● WORK REQUEST: Entries follow. Give back exactly the lines starting at the one containing "repository 3d8c6e77777dc6f8" and ending at the one containing "never a path. */", and no other lines.
= Beginning of Section =
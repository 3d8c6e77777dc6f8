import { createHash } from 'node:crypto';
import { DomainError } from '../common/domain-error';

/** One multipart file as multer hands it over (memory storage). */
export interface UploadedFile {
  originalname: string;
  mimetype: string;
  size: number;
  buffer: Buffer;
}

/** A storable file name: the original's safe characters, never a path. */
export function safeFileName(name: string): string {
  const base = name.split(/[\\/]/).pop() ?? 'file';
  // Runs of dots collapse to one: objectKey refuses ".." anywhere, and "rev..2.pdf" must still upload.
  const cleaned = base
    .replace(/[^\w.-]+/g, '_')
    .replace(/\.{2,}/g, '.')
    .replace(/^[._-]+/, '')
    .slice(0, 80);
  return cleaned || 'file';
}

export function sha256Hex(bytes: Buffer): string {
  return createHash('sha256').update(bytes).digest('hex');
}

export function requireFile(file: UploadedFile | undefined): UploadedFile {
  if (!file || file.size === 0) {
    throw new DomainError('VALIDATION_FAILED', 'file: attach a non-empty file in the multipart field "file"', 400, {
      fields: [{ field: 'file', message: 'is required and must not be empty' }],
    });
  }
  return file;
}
= End of Section =
= Beginning of Section =
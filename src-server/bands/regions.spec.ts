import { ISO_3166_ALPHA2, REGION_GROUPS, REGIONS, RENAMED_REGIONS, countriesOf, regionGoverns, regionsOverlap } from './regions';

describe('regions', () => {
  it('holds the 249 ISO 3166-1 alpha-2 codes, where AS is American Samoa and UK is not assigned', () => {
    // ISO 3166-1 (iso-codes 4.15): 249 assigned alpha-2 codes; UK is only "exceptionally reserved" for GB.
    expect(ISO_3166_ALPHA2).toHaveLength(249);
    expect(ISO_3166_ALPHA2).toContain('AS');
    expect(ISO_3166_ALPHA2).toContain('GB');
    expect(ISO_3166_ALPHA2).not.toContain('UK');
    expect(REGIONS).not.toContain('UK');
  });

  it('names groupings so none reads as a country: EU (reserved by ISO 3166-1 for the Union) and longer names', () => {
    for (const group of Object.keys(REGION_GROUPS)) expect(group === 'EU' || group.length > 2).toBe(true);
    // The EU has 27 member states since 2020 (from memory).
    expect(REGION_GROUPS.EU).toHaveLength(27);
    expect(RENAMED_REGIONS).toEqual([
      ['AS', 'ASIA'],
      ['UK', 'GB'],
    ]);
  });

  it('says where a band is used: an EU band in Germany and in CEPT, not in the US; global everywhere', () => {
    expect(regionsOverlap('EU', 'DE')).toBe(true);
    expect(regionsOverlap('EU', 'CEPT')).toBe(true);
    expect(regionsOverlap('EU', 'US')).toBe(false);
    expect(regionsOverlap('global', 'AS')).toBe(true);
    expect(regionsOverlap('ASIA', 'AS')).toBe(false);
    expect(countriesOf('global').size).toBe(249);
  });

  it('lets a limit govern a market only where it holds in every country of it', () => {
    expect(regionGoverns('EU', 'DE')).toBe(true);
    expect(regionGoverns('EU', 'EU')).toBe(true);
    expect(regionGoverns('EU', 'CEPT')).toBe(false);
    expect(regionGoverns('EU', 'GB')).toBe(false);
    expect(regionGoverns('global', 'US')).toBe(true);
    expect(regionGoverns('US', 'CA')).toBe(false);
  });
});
= End of Section =
= Beginning of Section =
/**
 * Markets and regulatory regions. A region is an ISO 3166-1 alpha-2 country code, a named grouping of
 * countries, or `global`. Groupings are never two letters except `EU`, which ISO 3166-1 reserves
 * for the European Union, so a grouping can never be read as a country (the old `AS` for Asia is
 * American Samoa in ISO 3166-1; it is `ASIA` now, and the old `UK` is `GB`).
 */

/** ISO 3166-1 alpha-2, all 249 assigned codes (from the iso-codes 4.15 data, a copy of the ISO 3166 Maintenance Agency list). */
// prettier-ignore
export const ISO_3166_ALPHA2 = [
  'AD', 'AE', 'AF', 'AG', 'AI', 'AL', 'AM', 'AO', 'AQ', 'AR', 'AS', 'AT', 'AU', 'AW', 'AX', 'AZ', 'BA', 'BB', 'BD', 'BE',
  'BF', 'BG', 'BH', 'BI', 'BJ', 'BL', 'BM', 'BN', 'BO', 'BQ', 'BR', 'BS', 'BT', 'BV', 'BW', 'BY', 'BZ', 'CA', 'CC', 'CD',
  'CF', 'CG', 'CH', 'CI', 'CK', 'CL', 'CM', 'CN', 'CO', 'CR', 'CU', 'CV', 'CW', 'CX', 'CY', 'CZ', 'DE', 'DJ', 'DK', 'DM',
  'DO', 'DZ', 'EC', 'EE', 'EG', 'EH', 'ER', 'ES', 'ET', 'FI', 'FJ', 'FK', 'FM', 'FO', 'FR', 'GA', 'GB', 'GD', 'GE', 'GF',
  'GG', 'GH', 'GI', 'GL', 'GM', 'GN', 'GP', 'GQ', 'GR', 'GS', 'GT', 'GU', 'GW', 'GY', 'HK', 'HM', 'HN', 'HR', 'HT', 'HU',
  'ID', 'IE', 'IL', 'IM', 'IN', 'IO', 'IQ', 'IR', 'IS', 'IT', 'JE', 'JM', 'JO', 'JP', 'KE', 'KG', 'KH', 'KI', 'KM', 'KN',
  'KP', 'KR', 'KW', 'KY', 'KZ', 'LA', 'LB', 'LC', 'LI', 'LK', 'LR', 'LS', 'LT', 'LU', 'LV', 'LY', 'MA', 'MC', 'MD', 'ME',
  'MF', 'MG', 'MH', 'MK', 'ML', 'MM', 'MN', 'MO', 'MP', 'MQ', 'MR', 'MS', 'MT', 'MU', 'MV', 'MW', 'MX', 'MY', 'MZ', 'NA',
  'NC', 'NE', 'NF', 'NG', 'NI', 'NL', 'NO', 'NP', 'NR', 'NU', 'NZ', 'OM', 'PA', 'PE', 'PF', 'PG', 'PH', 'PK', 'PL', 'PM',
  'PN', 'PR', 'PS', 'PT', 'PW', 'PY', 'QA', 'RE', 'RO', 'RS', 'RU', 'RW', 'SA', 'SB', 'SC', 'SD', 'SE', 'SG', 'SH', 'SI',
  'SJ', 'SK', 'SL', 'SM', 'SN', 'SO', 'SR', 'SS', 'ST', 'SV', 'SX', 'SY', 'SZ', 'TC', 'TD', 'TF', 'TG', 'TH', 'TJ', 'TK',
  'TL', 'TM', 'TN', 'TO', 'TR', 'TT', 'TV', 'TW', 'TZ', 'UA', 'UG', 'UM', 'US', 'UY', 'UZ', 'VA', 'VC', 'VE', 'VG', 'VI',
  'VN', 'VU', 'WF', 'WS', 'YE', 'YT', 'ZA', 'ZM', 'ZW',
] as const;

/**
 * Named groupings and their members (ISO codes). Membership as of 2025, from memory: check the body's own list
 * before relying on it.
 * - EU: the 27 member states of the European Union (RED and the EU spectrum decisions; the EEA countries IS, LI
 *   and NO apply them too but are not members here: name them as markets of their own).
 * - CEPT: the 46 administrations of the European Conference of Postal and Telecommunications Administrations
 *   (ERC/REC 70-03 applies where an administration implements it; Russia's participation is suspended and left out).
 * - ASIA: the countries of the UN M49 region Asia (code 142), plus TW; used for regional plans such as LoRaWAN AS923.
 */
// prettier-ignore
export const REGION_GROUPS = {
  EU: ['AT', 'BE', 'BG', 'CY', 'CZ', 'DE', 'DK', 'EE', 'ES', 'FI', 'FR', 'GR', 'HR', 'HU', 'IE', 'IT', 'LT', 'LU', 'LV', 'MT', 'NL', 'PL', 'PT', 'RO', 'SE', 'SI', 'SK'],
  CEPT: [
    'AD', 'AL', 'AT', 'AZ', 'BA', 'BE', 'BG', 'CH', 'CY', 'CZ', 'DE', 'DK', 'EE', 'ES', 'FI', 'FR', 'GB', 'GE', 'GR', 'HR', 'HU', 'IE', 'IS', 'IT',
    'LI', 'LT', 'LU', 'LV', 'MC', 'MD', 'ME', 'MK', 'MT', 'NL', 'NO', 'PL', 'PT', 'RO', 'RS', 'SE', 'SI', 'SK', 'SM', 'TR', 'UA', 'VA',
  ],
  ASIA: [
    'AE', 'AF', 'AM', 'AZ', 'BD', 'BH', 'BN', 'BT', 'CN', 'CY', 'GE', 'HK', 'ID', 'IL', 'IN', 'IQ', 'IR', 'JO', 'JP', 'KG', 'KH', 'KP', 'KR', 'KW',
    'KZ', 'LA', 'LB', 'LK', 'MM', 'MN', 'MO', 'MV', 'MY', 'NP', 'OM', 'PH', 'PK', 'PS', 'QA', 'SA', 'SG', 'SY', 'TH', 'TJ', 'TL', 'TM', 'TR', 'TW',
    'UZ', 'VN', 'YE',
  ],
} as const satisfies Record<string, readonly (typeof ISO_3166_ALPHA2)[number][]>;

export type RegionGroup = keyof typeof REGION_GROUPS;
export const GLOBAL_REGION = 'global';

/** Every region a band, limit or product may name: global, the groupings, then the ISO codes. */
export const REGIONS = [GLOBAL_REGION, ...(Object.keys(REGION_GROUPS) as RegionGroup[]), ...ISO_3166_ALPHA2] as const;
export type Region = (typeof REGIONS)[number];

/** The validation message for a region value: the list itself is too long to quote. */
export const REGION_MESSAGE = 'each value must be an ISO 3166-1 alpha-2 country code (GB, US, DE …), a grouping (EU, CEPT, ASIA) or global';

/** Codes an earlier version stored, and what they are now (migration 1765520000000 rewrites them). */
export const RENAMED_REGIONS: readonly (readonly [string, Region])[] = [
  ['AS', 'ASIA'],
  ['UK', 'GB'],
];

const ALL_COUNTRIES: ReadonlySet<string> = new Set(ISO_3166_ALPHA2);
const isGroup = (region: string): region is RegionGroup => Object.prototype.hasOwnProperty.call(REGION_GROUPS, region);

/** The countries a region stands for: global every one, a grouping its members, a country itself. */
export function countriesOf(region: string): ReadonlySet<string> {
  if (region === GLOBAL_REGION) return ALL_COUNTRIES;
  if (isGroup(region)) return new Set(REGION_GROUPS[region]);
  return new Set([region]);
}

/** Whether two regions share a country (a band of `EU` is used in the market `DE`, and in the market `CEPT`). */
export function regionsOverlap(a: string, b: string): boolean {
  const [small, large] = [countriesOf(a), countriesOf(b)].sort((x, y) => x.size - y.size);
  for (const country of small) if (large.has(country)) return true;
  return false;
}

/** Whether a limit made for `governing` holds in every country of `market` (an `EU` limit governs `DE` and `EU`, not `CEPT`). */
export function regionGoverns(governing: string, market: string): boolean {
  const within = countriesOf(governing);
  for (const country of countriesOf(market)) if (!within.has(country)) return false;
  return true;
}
= End of Section =
● SOLUTION FOR THIS PROBLEM:
repository 3d8c6e77777dc6f8
import { createHash } from 'node:crypto';
import { DomainError } from '../common/domain-error';

/** One multipart file as multer hands it over (memory storage). */
export interface UploadedFile {
  originalname: string;
  mimetype: string;
  size: number;
  buffer: Buffer;
}

/** A storable file name: the original's safe characters, never a path. */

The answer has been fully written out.